Supplied material:
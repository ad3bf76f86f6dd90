import type { Knex } from 'knex';

/** Sessions have a table of their own now; a session begun before that has to be begun anew. */
export async function up(knex: Knex): Promise<void> {
  await knex.raw('alter table users drop column if exists token_version');
}

export async function down(knex: Knex): Promise<void> {
  await knex.raw(
    'alter table users add column if not exists token_version int unsigned not null default 0 after password_hash',
  );
}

Directions: Check the entries above line by line and return each one containing the word "await".

The completed task:
  await knex.raw('alter table users drop column if exists token_version');
  await knex.raw(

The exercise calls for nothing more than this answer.